Anti-Patent Troll Bill Passes The House - oniTony
http://techcrunch.com/2013/12/05/google-backed-anti-patent-troll-bill-passes-the-house/
======
WildUtah
My comment on the vote (originally a comment to a post on PatentlyO):

Looks like the Watt (D-NC), Jackson-Lee (D-TX), and Conyers (D-MI) amendments
failed. The text of amendments isn't on Thomas yet but the Congressional Black
Caucus has been very skeptical of even the hint of loser-pays provisions for a
long time and several members emphasized that objection in committee. I'm
guessing those amendments were aimed at fee-shifting provisions.

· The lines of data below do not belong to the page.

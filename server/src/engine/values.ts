// Abstract values of the engine's interpreter: constants with their origin, library objects, layers, tensors.
import type { CallExpr, ClassStmt, DefStmt, Span, Stmt } from './ir';

/** Where a constant came from, for messages: `configs/run.yaml:4 (train.batch_size)`. */
export interface Origin {
  path: string;
  /** 0-based line. */
  line: number;
  /** What the value is there: a config key path, an argparse flag's default, a name. */
  what?: string;
  span?: Span;
}

export interface ClassInfo {
  name: string;
  path: string;
  stmt: ClassStmt;
  scope: Scope;
}

export interface FuncInfo {
  name: string;
  path: string;
  stmt: DefStmt;
  /** The scope the function was defined in (closure). */
  scope: Scope;
  /** Set for methods: the class that defines it. */
  owner?: ClassInfo;
}

/** Name lookup chain: a function's locals, enclosing functions, then the module. */
export interface Scope {
  path: string;
  vars: Map<string, Value>;
  parent: Scope | null;
  /** Module scopes resolve names lazily from their top-level statements. */
  lookupLazy?: (name: string) => Value | undefined;
}

export type ModuleKind = 'leaf' | 'sequential' | 'modulelist' | 'moduledict' | 'user' | 'opaque';

/** An nn.Module instance the interpreter built. */
export interface ModuleInst {
  id: number;
  kind: ModuleKind;
  /** Canonical type: `torch.nn.Conv2d`, or the user class as `path::Class`. */
  type: string;
  /** Constructor arguments by parameter name, with the library's defaults filled in for known layers. */
  args: Map<string, Value>;
  /** Arguments the user wrote (names), to tell given from defaulted. */
  given: Set<string>;
  /** Registered submodules in registration order. */
  children: [string, ModuleInst][];
  /** Some registration could not be followed (unknown name or value), so `children` may miss one. */
  incomplete?: boolean;
  /** Non-module attributes of user modules (`self.inplanes = 64`). */
  attrs: Map<string, Value>;
  cls?: ClassInfo;
  /** The constructor call that made it. */
  site?: { path: string; call: CallExpr };
}

export type Value =
  | { t: 'num'; v: number; origin?: Origin }
  | { t: 'str'; v: string; origin?: Origin }
  | { t: 'bool'; v: boolean; origin?: Origin }
  | { t: 'none'; origin?: Origin }
  | { t: 'list'; items: Value[]; tuple: boolean }
  | { t: 'dict'; map: Map<string, Value>; origin?: Origin }
  | { t: 'ext'; q: string }
  | { t: 'obj'; q: string; args: Value[]; kwargs: Map<string, Value>; site?: { path: string; call: CallExpr }; state: Map<string, Value>; body?: readonly Stmt[] }
  | { t: 'class'; cls: ClassInfo }
  | { t: 'func'; fn: FuncInfo; self?: Value }
  | { t: 'partial'; fn: Value; args: Value[]; kwargs: Map<string, Value> }
  | { t: 'module'; m: ModuleInst }
  | { t: 'tensor'; from: ModuleInst[]; ch?: number; rank?: number }
  | { t: 'super'; self: Value; after: ClassInfo }
  | { t: 'unknown'; why?: string };

export const UNKNOWN: Value = { t: 'unknown' };
export const NONE: Value = { t: 'none' };

export function num(v: Value | undefined): number | undefined {
  if (!v) return undefined;
  if (v.t === 'num') return v.v;
  if (v.t === 'bool') return v.v ? 1 : 0;
  return undefined;
}

export function str(v: Value | undefined): string | undefined {
  return v?.t === 'str' ? v.v : undefined;
}

export function truthy(v: Value | undefined): boolean | undefined {
  if (!v) return undefined;
  switch (v.t) {
    case 'num': return v.v !== 0;
    case 'bool': return v.v;
    case 'str': return v.v.length > 0;
    case 'none': return false;
    case 'list': return v.items.length > 0;
    case 'dict': return v.map.size > 0;
    case 'module': case 'class': case 'func': case 'ext': case 'partial': return true;
    default: return undefined;
  }
}

export function originOf(v: Value | undefined): Origin | undefined {
  if (!v) return undefined;
  if (v.t === 'num' || v.t === 'str' || v.t === 'bool' || v.t === 'none' || v.t === 'dict') return v.origin;
  return undefined;
}

/** A JSON-ish rendering for `regwise model` and messages. */
export function show(v: Value | undefined): unknown {
  if (!v) return null;
  switch (v.t) {
    case 'num': case 'str': case 'bool': return v.v;
    case 'none': return null;
    case 'list': return v.items.map(show);
    case 'dict': return Object.fromEntries([...v.map].map(([k, x]) => [k, show(x)]));
    case 'ext': return `<${v.q}>`;
    case 'obj': return `<${v.q}(...)>`;
    case 'class': return `<class ${v.cls.name}>`;
    case 'func': return `<function ${v.fn.name}>`;
    case 'partial': return `<partial ${String(show(v.fn))}>`;
    case 'module': return `<${v.m.type}>`;
    default: return '?';
  }
}

/** Python-like literal text for messages: 0.9, True, None, (3, 3). */
export function pyRepr(v: Value | undefined): string {
  if (!v) return '?';
  switch (v.t) {
    case 'num': return Number.isInteger(v.v) ? String(v.v) : String(+v.v.toPrecision(12));
    case 'bool': return v.v ? 'True' : 'False';
    case 'none': return 'None';
    case 'str': return JSON.stringify(v.v).replace(/^"|"$/g, "'");
    case 'list': {
      const inner = v.items.map(pyRepr).join(', ');
      return v.tuple ? `(${inner}${v.items.length === 1 ? ',' : ''})` : `[${inner}]`;
    }
    default: return String(show(v));
  }
}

Looks like a
slim majority of the CBC voted against final passage while non-CBC Democrats
voted three-to-one in favor.

My favorite CBC members Barbara Lee (D-CA, yes) and Donna Edwards (D-MD, no)
were split.

I couldn't see any pattern in Republicans that voted no, though I was
disappointed in favorite Republican Justin Amash (R-MI). There doesn't seem to
be any distinct lean among Progressive, RSC, Hispanic Caucus, Tea Party,
regional groups, or other subdivisions for or against the measure.

Well, except the SF bay area which is solidly in favor. Maybe the new PTO
office there will be the site of protest rallies someday.

I don't know what's in the Rohrabacher (R-CA) amendment that was adopted,
either. It seems to have passed with mostly Democratic votes.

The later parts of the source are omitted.